* [What to produce]: Pull every line holding the string "zero" from the records below.

* [Dataset excerpts]:
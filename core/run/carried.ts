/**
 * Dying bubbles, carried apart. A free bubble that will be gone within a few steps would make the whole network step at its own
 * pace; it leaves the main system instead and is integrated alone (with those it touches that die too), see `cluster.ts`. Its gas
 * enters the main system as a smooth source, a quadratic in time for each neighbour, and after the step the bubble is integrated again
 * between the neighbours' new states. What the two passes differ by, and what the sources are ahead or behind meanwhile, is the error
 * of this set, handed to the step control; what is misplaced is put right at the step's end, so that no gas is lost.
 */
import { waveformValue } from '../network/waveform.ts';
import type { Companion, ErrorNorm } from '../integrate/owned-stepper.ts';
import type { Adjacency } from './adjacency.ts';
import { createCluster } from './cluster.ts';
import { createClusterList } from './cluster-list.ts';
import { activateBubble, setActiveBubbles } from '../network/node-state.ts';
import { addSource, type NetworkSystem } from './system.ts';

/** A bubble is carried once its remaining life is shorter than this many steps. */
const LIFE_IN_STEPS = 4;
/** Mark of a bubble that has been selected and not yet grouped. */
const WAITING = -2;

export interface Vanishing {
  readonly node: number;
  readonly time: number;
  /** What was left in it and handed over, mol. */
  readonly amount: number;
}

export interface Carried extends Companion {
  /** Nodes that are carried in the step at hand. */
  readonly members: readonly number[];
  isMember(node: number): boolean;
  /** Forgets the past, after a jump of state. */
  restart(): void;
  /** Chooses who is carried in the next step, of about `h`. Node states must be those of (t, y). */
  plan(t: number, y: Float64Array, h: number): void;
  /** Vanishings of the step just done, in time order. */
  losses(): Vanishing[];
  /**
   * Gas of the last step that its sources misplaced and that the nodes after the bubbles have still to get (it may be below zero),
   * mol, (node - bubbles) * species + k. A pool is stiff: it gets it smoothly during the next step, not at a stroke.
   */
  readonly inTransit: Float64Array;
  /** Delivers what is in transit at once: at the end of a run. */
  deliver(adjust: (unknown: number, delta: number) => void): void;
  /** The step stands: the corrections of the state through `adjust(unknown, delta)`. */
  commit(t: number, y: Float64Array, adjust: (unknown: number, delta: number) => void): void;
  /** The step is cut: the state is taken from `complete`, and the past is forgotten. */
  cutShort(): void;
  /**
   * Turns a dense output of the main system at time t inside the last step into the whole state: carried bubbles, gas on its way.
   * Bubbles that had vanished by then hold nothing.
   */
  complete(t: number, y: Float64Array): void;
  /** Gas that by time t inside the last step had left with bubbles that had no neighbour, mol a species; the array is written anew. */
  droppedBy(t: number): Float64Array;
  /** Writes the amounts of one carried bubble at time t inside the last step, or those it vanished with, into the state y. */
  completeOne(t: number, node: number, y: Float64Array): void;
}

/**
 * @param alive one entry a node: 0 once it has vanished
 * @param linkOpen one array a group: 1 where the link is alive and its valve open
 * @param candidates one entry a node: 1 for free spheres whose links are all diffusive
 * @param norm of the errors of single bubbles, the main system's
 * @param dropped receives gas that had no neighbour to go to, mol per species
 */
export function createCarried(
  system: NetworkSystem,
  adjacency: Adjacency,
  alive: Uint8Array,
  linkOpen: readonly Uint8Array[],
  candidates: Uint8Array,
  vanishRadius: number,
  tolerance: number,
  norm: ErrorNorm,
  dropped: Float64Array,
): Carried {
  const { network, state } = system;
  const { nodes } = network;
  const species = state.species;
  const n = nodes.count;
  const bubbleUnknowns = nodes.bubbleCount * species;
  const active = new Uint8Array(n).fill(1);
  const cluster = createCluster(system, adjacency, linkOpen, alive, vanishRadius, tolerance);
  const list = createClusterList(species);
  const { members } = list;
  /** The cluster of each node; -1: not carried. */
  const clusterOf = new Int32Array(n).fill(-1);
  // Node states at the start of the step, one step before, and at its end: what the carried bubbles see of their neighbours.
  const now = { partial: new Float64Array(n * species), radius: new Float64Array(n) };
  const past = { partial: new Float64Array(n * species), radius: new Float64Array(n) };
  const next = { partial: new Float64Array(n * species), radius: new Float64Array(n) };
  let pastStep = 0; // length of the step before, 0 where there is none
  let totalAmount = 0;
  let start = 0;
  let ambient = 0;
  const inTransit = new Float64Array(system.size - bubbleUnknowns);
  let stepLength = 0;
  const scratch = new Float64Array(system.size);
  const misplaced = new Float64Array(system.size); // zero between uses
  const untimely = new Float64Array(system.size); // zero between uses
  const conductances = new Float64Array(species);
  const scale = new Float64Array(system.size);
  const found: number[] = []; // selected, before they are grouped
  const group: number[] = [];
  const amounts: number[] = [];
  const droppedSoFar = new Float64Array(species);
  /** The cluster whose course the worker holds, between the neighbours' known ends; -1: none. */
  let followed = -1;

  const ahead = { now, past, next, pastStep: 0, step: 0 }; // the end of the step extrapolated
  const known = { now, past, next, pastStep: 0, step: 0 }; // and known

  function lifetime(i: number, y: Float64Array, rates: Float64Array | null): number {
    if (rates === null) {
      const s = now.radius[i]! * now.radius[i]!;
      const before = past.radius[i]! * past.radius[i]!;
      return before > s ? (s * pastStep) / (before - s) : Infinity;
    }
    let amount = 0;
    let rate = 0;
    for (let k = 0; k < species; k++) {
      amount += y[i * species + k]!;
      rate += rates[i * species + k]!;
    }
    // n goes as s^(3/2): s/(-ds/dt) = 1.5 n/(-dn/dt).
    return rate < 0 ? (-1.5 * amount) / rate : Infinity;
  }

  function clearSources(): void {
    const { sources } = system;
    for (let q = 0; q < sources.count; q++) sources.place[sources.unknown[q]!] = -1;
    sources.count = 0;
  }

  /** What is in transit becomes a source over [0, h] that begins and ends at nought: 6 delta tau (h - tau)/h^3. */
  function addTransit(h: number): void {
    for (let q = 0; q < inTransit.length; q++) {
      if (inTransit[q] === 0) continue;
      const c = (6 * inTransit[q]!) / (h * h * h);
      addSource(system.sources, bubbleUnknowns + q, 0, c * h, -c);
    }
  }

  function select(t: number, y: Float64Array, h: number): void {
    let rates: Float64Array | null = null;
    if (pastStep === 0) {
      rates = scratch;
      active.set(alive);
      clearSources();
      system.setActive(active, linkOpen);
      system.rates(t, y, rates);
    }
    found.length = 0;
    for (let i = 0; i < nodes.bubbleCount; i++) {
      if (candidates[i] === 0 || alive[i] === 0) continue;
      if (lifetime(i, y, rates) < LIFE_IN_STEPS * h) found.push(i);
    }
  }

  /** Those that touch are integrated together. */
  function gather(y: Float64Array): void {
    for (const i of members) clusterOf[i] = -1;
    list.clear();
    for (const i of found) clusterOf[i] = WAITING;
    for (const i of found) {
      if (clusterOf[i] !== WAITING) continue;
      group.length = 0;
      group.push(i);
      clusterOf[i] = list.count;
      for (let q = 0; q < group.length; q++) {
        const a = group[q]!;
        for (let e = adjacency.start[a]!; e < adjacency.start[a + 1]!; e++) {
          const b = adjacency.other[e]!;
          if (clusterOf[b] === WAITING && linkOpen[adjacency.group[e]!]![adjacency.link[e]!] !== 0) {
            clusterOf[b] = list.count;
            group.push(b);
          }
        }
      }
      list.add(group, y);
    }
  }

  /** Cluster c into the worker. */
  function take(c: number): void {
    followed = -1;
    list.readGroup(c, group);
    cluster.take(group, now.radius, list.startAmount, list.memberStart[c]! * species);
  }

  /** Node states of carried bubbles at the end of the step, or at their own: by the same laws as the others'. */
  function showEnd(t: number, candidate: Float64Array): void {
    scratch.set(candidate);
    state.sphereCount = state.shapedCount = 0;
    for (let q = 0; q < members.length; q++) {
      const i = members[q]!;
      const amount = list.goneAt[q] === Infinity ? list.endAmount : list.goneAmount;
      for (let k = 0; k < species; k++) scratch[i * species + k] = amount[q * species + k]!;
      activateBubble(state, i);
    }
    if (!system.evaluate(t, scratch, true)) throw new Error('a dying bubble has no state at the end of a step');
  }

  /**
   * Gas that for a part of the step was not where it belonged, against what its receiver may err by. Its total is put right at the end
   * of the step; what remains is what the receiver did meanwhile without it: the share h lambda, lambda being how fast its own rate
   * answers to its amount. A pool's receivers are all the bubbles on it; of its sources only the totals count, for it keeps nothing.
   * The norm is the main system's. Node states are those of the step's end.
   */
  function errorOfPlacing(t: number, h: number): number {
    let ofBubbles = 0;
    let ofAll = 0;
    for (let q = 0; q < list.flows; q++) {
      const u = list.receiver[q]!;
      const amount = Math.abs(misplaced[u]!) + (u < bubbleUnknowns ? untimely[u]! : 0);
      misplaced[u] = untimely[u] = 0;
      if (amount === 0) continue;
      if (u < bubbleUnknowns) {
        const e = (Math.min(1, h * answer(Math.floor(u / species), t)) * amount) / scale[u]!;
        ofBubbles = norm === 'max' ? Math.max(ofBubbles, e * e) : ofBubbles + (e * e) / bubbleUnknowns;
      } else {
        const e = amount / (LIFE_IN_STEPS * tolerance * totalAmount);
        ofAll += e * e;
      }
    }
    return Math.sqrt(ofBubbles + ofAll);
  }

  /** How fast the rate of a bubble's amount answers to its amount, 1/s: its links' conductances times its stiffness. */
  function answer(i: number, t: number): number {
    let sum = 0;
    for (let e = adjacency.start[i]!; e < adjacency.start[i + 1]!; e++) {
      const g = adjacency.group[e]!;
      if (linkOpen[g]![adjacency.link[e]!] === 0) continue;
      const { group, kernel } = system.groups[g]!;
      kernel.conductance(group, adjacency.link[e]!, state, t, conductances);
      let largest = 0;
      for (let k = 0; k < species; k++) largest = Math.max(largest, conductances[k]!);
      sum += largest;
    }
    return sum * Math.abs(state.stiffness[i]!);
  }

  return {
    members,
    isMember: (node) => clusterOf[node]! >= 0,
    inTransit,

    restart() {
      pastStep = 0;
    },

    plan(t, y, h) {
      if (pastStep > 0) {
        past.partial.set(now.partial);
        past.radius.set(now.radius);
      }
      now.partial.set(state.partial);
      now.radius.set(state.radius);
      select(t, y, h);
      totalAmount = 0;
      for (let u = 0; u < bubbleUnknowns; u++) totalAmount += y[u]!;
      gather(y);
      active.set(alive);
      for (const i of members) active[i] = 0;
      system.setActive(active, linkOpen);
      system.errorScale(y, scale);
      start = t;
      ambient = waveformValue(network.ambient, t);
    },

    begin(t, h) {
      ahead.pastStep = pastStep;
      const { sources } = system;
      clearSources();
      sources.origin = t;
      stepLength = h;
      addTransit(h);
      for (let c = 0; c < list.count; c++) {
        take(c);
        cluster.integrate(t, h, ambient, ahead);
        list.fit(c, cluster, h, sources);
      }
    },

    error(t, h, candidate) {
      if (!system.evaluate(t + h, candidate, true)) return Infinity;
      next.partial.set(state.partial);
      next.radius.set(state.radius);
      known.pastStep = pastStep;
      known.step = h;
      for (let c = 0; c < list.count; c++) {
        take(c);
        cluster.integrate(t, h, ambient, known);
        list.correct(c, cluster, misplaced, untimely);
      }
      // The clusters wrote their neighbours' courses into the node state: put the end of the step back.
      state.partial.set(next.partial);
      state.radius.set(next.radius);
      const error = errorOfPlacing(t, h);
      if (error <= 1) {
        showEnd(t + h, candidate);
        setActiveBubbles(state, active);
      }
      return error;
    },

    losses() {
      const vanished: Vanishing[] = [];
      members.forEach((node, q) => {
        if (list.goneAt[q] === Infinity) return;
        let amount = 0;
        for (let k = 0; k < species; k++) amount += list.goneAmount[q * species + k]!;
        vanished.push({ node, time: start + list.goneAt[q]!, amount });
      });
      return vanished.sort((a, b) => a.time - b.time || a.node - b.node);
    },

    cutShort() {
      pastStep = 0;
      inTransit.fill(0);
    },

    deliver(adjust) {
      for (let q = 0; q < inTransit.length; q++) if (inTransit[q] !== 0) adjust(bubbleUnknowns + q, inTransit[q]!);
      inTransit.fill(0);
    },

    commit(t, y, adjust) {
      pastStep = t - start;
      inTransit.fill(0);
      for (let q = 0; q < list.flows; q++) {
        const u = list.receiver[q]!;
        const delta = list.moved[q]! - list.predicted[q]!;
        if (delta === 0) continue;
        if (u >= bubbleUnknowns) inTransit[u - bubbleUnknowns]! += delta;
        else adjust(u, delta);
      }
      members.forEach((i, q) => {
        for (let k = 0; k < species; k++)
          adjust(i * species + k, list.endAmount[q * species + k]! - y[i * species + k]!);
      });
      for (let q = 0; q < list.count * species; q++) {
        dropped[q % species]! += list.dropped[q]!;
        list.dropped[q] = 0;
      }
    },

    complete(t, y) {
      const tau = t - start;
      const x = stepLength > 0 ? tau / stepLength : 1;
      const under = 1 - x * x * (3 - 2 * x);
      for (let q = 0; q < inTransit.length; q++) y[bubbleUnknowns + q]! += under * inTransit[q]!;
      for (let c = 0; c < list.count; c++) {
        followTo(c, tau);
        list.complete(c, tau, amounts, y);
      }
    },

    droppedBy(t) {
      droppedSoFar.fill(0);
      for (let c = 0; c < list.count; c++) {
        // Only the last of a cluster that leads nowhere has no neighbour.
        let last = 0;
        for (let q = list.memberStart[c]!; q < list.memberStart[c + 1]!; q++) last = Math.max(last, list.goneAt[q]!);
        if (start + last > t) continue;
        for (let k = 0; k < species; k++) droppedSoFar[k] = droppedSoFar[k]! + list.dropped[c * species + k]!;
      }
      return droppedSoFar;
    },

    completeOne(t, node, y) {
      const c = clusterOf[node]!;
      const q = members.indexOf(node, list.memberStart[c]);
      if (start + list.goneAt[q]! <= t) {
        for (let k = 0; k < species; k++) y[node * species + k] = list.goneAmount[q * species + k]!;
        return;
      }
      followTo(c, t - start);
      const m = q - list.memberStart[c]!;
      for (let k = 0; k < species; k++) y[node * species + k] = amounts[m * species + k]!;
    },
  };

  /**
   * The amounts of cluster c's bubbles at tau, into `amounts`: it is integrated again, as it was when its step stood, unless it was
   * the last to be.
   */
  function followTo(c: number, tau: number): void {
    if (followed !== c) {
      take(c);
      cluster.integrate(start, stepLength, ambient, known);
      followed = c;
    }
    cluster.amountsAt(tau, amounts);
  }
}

* [Written response]:
   * Gas of the last step that its sources misplaced and that the nodes after the bubbles have still to get (it may be below zero),
  const misplaced = new Float64Array(system.size); // zero between uses
  const untimely = new Float64Array(system.size); // zero between uses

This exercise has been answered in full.